Kim Chandler/AP Photo
David Johnston, right, a worker at Mercedes, thanks UAW president Shawn Fain following a press conference in Tuscaloosa, Alabama, May 17, 2024, after workers at two Alabama Mercedes-Benz factories voted overwhelmingly against joining the United Auto Workers.
Well, it wasn’t a completely bad week for American workers. At Disneyland, the 1,700 guys and gals who walk around dressed as Donald and Daisy voted overwhelmingly to join Actors’ Equity. In Minnesota, after the legislature rewrote an absurdly convoluted law, 23,000 employees of the state university will now be able to unionize (and they almost surely will).
But there’s no disputing UAW president Shawn Fain’s characterization of his union’s defeat in the election at the Mercedes plants in Alabama: “It stings.”
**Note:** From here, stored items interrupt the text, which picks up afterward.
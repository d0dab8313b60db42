#!/usr/bin/python3
"""The scipy side of scripts/bench-nonlinear.ts: reads problems (expression in
the service's grammar, columns, response, start) as JSON on stdin, fits each
with scipy.optimize.least_squares and prints, as JSON, the fastest CPU
time of each fit, its status and estimates.

scipy is given what a user of a general-purpose solver gives it for an
expression: the residual function and a finite-difference Jacobian
('2-point'); 'lm' is MINPACK's lmdif (Levenberg-Marquardt with Moré's trust
region, compiled Fortran). Two tolerance settings: scipy's defaults
(ftol = xtol = gtol = 1e-8) and rounding level (1e-15), the service's.
"""
import json
import re
import sys
import time

import numpy as np
import scipy
from scipy.optimize import least_squares

FUNCTIONS = {"exp": "np.exp", "log": "np.log", "log10": "np.log10", "sqrt": "np.sqrt", "abs": "np.abs",
             "sin": "np.sin", "cos": "np.cos", "tan": "np.tan", "atan": "np.arctan", "pi": "np.pi"}


def to_python(expression, parameters):
    """The grammar maps onto Python's: ^ is **, which binds tighter than unary minus and is right-associative."""
    def name(m):
        word = m.group(0)
        if word in FUNCTIONS:
            return FUNCTIONS[word]
        if word in parameters:
            return f"b[{parameters.index(word)}]"
        return f"c[{word!r}]"
    text = re.sub(r"(?<![\w.])[A-Za-z_]\w*", name, expression)
    return text.replace("^", "**")


def main():
    request = json.load(sys.stdin)
    out = []
    with np.errstate(all="ignore"):
        for p in request["problems"]:
            code = compile(to_python(p["expression"], p["parameters"]), "<expression>", "eval")
            c = {k: np.asarray(v, dtype=float) for k, v in p["columns"].items()}
            y = np.asarray(p["y"], dtype=float)
            fun = lambda b: eval(code, {"np": np, "b": b, "c": c}) - y  # noqa: E731 (trusted: our own benchmark problems)
            x0 = np.asarray(p["start"], dtype=float)
            row = {"name": p["name"]}
            for label, tol in (("default", 1e-8), ("tight", 1e-15)):
                # As on the TypeScript side: CPU time (time.process_time), a warm-up,
                # then at least `repeats` runs, short ones repeated for 0.3 s (at
                # most 50); the fastest counts.
                least_squares(fun, x0, method="lm", jac="2-point", ftol=tol, xtol=tol, gtol=tol, max_nfev=100000)
                best = float("inf")
                spent = 0.0
                runs = 0
                while runs < 50 and (runs < request["repeats"] or spent < 0.3):
                    t0 = time.process_time()
                    res = least_squares(fun, x0, method="lm", jac="2-point", ftol=tol, xtol=tol, gtol=tol, max_nfev=100000)
                    elapsed = time.process_time() - t0
                    spent += elapsed
                    runs += 1
                    best = min(best, elapsed)
                estimates = [v if np.isfinite(v) else None for v in res.x.tolist()]
                row[label] = {"seconds": best, "status": int(res.status), "estimates": estimates, "nfev": int(res.nfev)}
            out.append(row)
    json.dump({"versions": {"python": sys.version.split()[0], "numpy": np.__version__, "scipy": scipy.__version__}, "results": out}, sys.stdout)


if __name__ == "__main__":
    main()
Following on the UAW’s historic unionization victory at the Volkswagen factory in Chattanooga, labor’s expectations soared: The union had finally broken through the Mason-Dixon Line to win an election in the right-to-work-for-less South. To be sure, the Southern factories of the three legacy automakers with which the UAW has had contracts for more than 80 years were unionized under the terms of their nationwide contracts, and last year, the union also won the right to cover those companies’ new EV and battery factories as well. But to unionize the factories, mostly German, Japanese, and Korean-owned, that had set up shop in the South over the past 50 years: Those were battles the union had been fighting and losing for decades, until its victory at Chattanooga, under its new reform leadership.
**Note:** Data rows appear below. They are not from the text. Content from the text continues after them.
#!/usr/bin/python3
"""Reference values for coefficient tests, prediction intervals, back-transformed
predictions, model-averaged prediction intervals and centred condition numbers,
computed with general-purpose libraries (statsmodels, scipy, numpy) so the
service's own numbers can be checked against them.

Run with Debian's Python, which has the libraries:

    /usr/bin/python3 scripts/make-inference-reference.py > test/reference/tables/inference-reference.json

Sources of the data:
  * NIST StRD Longley (public domain), from the copy embedded in test/reference/nist;
  * two small data sets generated here from a fixed numpy seed (a scenario of
    our own: a spray-coating line and a fatigue rig), written into the output
    so the tests post exactly these numbers.

What each value is:
  * coefficients: statsmodels OLS/WLS params, bse, tvalues, pvalues and
    conf_int(alpha) — Student's t with n - p degrees of freedom;
  * predictions: get_prediction(exog, weights).summary_frame(alpha): mean,
    mean_se, mean_ci_*, obs_ci_* (new observation of weight 1 unless weights
    are given, as statsmodels interprets them: variance scale / weight);
  * back-transformed: the statsmodels log-scale frame passed through exp()
    (the median of y when log y is normal), and the delta-method standard
    error exp(mean) * mean_se;
  * averaged: Akaike weights from AICc with statsmodels' full log-likelihood
    (the log model's shifted by its Jacobian -sum(ln y)), k = parameters + 1;
    the weighted average of the models' back-transformed predictions; the
    unconditional standard error sqrt(sum w (se^2 + (yhat - ybar)^2)); and the
    model-averaged tail-area (MATA) Wald bounds: b solving
    sum_i w_i T_df((g_i(b) - mu_i)/s_i) = alpha/2 (resp. 1 - alpha/2), found
    with scipy.optimize.brentq, s_i the mean standard error (or the new
    observation's) on model i's own scale;
  * centred condition numbers: numpy SVD of the centred regressors scaled to
    unit length, s_max / s_min.
"""
import json
import os
import sys

import numpy as np
import scipy
import statsmodels
import statsmodels.api as sm
from scipy import optimize, stats

HERE = os.path.dirname(os.path.abspath(__file__))
NIST = os.path.join(HERE, '..', 'test', 'reference', 'nist')


def floats(a):
    return [float(v) for v in np.asarray(a).ravel()]


def coefficient_table(res, alpha):
    ci = np.asarray(res.conf_int(alpha=alpha))
    return {
        'estimate': floats(res.params),
        'standardError': floats(res.bse),
        'tStatistic': floats(res.tvalues),
        'pValue': floats(res.pvalues),
        'lower': floats(ci[:, 0]),
        'upper': floats(ci[:, 1]),
    }


def prediction_table(res, exog, alpha, weights=None):
    frame = res.get_prediction(exog, weights=weights).summary_frame(alpha=alpha)
    return {
        'estimate': floats(frame['mean']),
        'standardError': floats(frame['mean_se']),
        'lower': floats(frame['mean_ci_lower']),
        'upper': floats(frame['mean_ci_upper']),
        'predictionLower': floats(frame['obs_ci_lower']),
        'predictionUpper': floats(frame['obs_ci_upper']),
    }


def centred_condition(columns):
    z = np.column_stack(columns).astype(float)
    z = z - z.mean(axis=0)
    z = z / np.linalg.norm(z, axis=0)
    s = np.linalg.svd(z, compute_uv=False)
    return float(s[0] / s[-1])


def summary_of(columns, weights=None):
    """rows, means and centred cross products of the listed columns (numpy), the data.summary form."""
    x = np.column_stack(columns).astype(float)
    w = np.ones(len(x)) if weights is None else np.asarray(weights, dtype=float)
    means = (w[:, None] * x).sum(axis=0) / w.sum()
    d = x - means
    out = {'rows': len(x), 'means': floats(means), 'centredCrossProducts': [floats(r) for r in (d.T * w) @ d]}
    if weights is not None:
        out['weights'] = {'sum': float(w.sum()), 'sumLog': float(np.log(w).sum())}
    return out


def longley():
    d = json.load(open(os.path.join(NIST, 'longley.json')))
    names = d['predictors']
    x = np.column_stack([d['data'][p] for p in names]).astype(float)
    y = np.array(d['data']['y'], dtype=float)
    res = sm.OLS(y, sm.add_constant(x)).fit()
    # New rows: the column means, and two rows of the data itself.
    at = np.vstack([x.mean(axis=0), x[0], x[-1]])
    return {
        'source': 'NIST StRD Longley (test/reference/nist/longley.json)',
        'columns': names,
        'newRows': {p: floats(at[:, j]) for j, p in enumerate(names)},
        'coefficients95': coefficient_table(res, 0.05),
        'coefficients90': coefficient_table(res, 0.10),
        'predictions95': prediction_table(res, sm.add_constant(at, has_constant='add'), 0.05),
        'centredConditionNumber': centred_condition([x[:, j] for j in range(x.shape[1])]),
    }


def coating():
    # Film thickness (um) on a spray-coating line against conveyor speed and
    # nozzle pressure; each row averages `readings` gauge readings, so its
    # variance is sigma^2 / readings: weighted least squares with w = readings.
    rng = np.random.default_rng(20260301)
    n = 40
    speed = np.round(rng.uniform(0.8, 2.4, n), 2)
    pressure = np.round(rng.uniform(2.0, 4.0, n), 2)
    readings = rng.integers(1, 9, n).astype(float)
    thickness = np.round(61.0 - 9.5 * speed + 4.2 * pressure + rng.normal(0, 1.8, n) / np.sqrt(readings), 3)
    x = sm.add_constant(np.column_stack([speed, pressure]))
    res = sm.WLS(thickness, x, weights=readings).fit()
    at = np.array([[1.0, 1.2, 3.1], [1.0, 2.0, 2.5]])
    return {
        'source': f'generated here: numpy default_rng(20260301), n = {n}',
        'data': {'thickness': floats(thickness), 'speed': floats(speed), 'pressure': floats(pressure), 'readings': floats(readings)},
        'newRows': {'speed': [1.2, 2.0], 'pressure': [3.1, 2.5]},
        'newRowWeights': [2.0, 0.5],
        'coefficients95': coefficient_table(res, 0.05),
        'predictions95': prediction_table(res, at, 0.05),
        'predictions95Weighted': prediction_table(res, at, 0.05, weights=np.array([2.0, 0.5])),
        'summary': {'columns': ['speed', 'pressure', 'thickness'], **summary_of([speed, pressure, thickness], readings)},
        'centredConditionNumber': centred_condition([speed, pressure]),
    }


def fatigue():
    # Crack length (mm) after a fixed cycle count on a fatigue rig, against
    # the load amplitude (kN): multiplicative scatter, so log(length) is the
    # natural model; a straight line in length competes with it.
    rng = np.random.default_rng(20260302)
    n = 30
    load = np.round(rng.uniform(10, 40, n), 1)
    length = np.round(np.exp(0.4 + 0.045 * load + rng.normal(0, 0.18, n)), 3)
    x = sm.add_constant(load)
    raw = sm.OLS(length, x).fit()
    logged = sm.OLS(np.log(length), x).fit()
    at_load = np.array([15.0, 30.0, 38.0])
    at = sm.add_constant(at_load, has_constant='add')
    alpha = 0.05
    raw_frame = prediction_table(raw, at, alpha)
    log_frame = prediction_table(logged, at, alpha)
    back = {key: floats(np.exp(log_frame[key])) for key in ['estimate', 'lower', 'upper', 'predictionLower', 'predictionUpper']}
    back['standardError'] = floats(np.exp(log_frame['estimate']) * np.array(log_frame['standardError']))

    # Akaike weights from AICc; both models have k = 2 coefficients + 1 for the error variance.
    k = 3
    jacobian = -float(np.log(length).sum())
    ll = {'line': float(raw.llf), 'log-line': float(logged.llf) + jacobian}
    aicc = {m: -2 * v + 2 * k + 2 * k * (k + 1) / (n - k - 1) for m, v in ll.items()}
    best = min(aicc.values())
    rel = {m: np.exp(-(v - best) / 2) for m, v in aicc.items()}
    total = sum(rel.values())
    w = {m: float(v / total) for m, v in rel.items()}

    df = n - 2
    mu = {'line': np.array(raw_frame['estimate']), 'log-line': np.array(log_frame['estimate'])}
    se = {'line': np.array(raw_frame['standardError']), 'log-line': np.array(log_frame['standardError'])}
    scale = float(raw.scale), float(logged.scale)
    se_new = {'line': np.sqrt(se['line'] ** 2 + scale[0]), 'log-line': np.sqrt(se['log-line'] ** 2 + scale[1])}
    g = {'line': lambda b: b, 'log-line': lambda b: np.log(b) if b > 0 else -np.inf}
    yhat = {'line': mu['line'], 'log-line': np.exp(mu['log-line'])}
    se_y = {'line': se['line'], 'log-line': np.exp(mu['log-line']) * se['log-line']}

    def mata(r, spread, target):
        f = lambda b: sum(w[m] * stats.t.cdf((g[m](b) - mu[m][r]) / spread[m][r], df) for m in w) - target
        return float(optimize.brentq(f, 1e-9, 1e3, xtol=1e-14, rtol=1e-15, maxiter=500))

    averaged = {'estimate': [], 'standardError': [], 'lower': [], 'upper': [], 'predictionLower': [], 'predictionUpper': []}
    for r in range(len(at_load)):
        ybar = sum(w[m] * yhat[m][r] for m in w)
        averaged['estimate'].append(float(ybar))
        averaged['standardError'].append(float(np.sqrt(sum(w[m] * (se_y[m][r] ** 2 + (yhat[m][r] - ybar) ** 2) for m in w))))
        averaged['lower'].append(mata(r, se, alpha / 2))
        averaged['upper'].append(mata(r, se, 1 - alpha / 2))
        averaged['predictionLower'].append(mata(r, se_new, alpha / 2))
        averaged['predictionUpper'].append(mata(r, se_new, 1 - alpha / 2))
    return {
        'source': f'generated here: numpy default_rng(20260302), n = {n}',
        'data': {'length': floats(length), 'load': floats(load)},
        'newRows': {'load': floats(at_load)},
        'line': {'coefficients95': coefficient_table(raw, alpha), 'predictions95': raw_frame, 'logLikelihood': ll['line']},
        'logLine': {
            'coefficients95': coefficient_table(logged, alpha),
            'logScalePredictions95': log_frame,
            'backTransformed95': back,
            'logLikelihood': ll['log-line'],
        },
        'aiccWeights': w,
        'averaged95': averaged,
    }


out = {
    'generatedWith': f'statsmodels {statsmodels.__version__}, scipy {scipy.__version__}, numpy {np.__version__}, Python {sys.version.split()[0]} (Debian)',
    'script': 'scripts/make-inference-reference.py',
    'longley': longley(),
    'coating': coating(),
    'fatigue': fatigue(),
    'centredConditionNumbers': {},
}
for name in ['pontius', 'norris']:
    d = json.load(open(os.path.join(NIST, name + '.json')))
    x = np.array(d['data']['x'], dtype=float)
    out['centredConditionNumbers'][name] = centred_condition([x ** p for p in range(1, d['polynomialDegree'] + 1)])
json.dump(out, sys.stdout, indent=1)
sys.stdout.write('\n')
So, yes: The abrupt and unexpected slamming on the brakes at Mercedes made clear that the corporate ancien régime was still a formidable foe. A few weeks before the election, Mercedes sacked its Alabama top man and brought in a new manager who raised wages and promised that the company would do better by its workers. It trotted out local folk heroes like U of A football coach Nick Saban to warn against the peril of unions (and say nothing of the U of A alums who’ve gone on to the NFL, where they’re all represented by a union). Public officials (invariably Republican) from Gov. Kay Ivey on down warned that going union would overturn the state’s carefully crafted economic model (its distinctive features, which also went unmentioned, being its failure to ever enact a minimum-wage law, its opposition to higher-paid work, and its legacy of slavery and convict labor). And the company itself used such tried-and-true tactics as compelling its employees to attend anti-union meetings—something that a number of progressive states have recently outlawed as a violation of workers’ First Amendment rights, but which remains standard practice across most of the nation. Not so in Germany, where a new law has forbidden German companies from obstructing their workers’ efforts to unionize even in their facilities outside Germany. And as is not the case in the U.S., the penalties for such violations include massive fines and possible loss of government contracts—which is why the UAW filed a complaint with Germany against Mercedes a few days before the votes were counted.
It does no disservice to the UAW to note that Volkswagen was the lowest-hanging Southern fruit, particularly since it’s the one German company where a majority of the board seats (not just half, as is customary in Germany) are held by worker and governmental representatives. The German union IG Metall, which represents that nation’s autoworkers, is a formidable force and exerted some pressure on both VW and Mercedes not to oppose the UAW’s efforts, but only VW felt compelled to largely heed its recommendation.
The other foreign-owned factories in the South—Honda, Toyota, Hyundai, and the like—come from nations devoid of the laws that compel corporations to coexist with unions in Germany, for which reason they’re likely to oppose unionization efforts even more strenuously than Mercedes did.
So what’s a union to do?
Jane McAlevey of the UC Berkeley Labor Center has written that the union failed to mobilize sufficient community support to offset the politicos and football coaches who descended on the workers on the company’s behalf, and that it appeared to fall short of the level of supermajority support it needed to go to a vote. It may be, as she suggested, that the union, coming off its strike victory with the legacy three and its election victory at VW, was overconfident.
But absent some changes in labor laws, it’s still going to be an uphill slog to unionize private-sector manufacturing, retail, transportation, health care, and construction workers—all of whom management can illegally fire to deter unionization, so negligible are the penalties—no matter how good a job the union may do in its campaign. Joe Biden’s National Labor Relations Board has made the most pro-worker rulings since Harry Truman was president, but the kind of decisive restoration of workers’ rights that would really level the playing field still requires congressional action—and a judiciary that doesn’t reflexively favor management over workers. Until then, the UAW has proved that victories like the one at Chattanooga are possible, but only if they’ve done everything right and have some extra oomph that can be applied to the employer.